[Saved data entries]

"""Summarise run_all.py's results.csv into benchmarks/results/outside_designs.json.

Per design and parameter: runs, failed runs, coverage of the debiased interval, SD across
draws over the mean standard error, plug-in mean, one-step fallbacks, and how many estimates
the interval checks flagged (with the coverage of the unflagged ones).

Usage: python summarize.py OUT_DIR [OUT_DIR ...] [--cd CSV] [--json PATH]

``--cd`` adds designs C and D from the runner in ``cd/`` (its results CSV, e.g.
``benchmarks/results/outside_designs_cd.csv``).
"""
import argparse
import json
import os

import pandas as pd

HERE = os.path.dirname(os.path.abspath(__file__))


def main() -> None:
    ap = argparse.ArgumentParser()
    ap.add_argument("out", nargs="+")
    ap.add_argument("--json", default=os.path.join(HERE, "..", "results", "outside_designs.json"))
    ap.add_argument("--cd", default=None, help="results CSV of cd/run_all.py")
    args = ap.parse_args()
    d = pd.concat([pd.read_csv(os.path.join(o, "results.csv")) for o in args.out])
    if args.cd:
        cd = pd.read_csv(args.cd)
        d = pd.concat([d, pd.DataFrame({
            "version": d["version"].iloc[0], "run": cd["design"] + "_s" + cd["seed"].astype(str),
            "design": cd["design"], "rep": cd["seed"], "kind": "default", "rc": cd["exit_code"],
            "param": cd["param"], "truth": cd["truth"], "estimate": cd["estimate"],
            "std_error": cd["std_error"], "covers": cd["covers"].astype(int),
            "plugin": cd["plugin"], "solution": cd["solution_summary"],
            "flagged": cd["flagged"].astype(int),
        })])
    d = d[d["kind"] == "default"]
    est = d[d["param"].notna()]
    cells = []
    for (design, param), g in est.groupby(["design", "param"], sort=False):
        flagged = g["flagged"].fillna(0).astype(bool)
        cells.append({
            "design": design, "parameter": param, "truth": float(g["truth"].iloc[0]),
            "runs": int(len(g)), "covered": int(g["covers"].sum()),
            "mean": float(g["estimate"].mean()), "sd": float(g["estimate"].std()),
            "mean_se": float(g["std_error"].mean()),
            "sd_over_se": float(g["estimate"].std() / g["std_error"].mean()),
            "plugin_mean": float(g["plugin"].mean()),
            "one_step": int(g["solution"].astype(str).str.contains("one-step").sum()),
            "flagged": int(flagged.sum()),
            "unflagged_covered": int(g.loc[~flagged, "covers"].sum()),
            "unflagged": int((~flagged).sum()),
        })
    failed = d[d["rc"] != 0]["run"].nunique()
    doc = {"version": str(d["version"].iloc[0]), "failed_runs": int(failed),
           "runs": int(d["run"].nunique()), "cells": cells}
    with open(args.json, "w") as fh:
        json.dump(doc, fh, indent=1)
    print(pd.DataFrame(cells).to_string())
    print("wrote", args.json)


if __name__ == "__main__":
    main()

Requirement ->
Show every line from the entries above in which "failed" appears.

Response area ->
Per design and parameter: runs, failed runs, coverage of the debiased interval, SD across
    failed = d[d["rc"] != 0]["run"].nunique()
    doc = {"version": str(d["version"].iloc[0]), "failed_runs": int(failed),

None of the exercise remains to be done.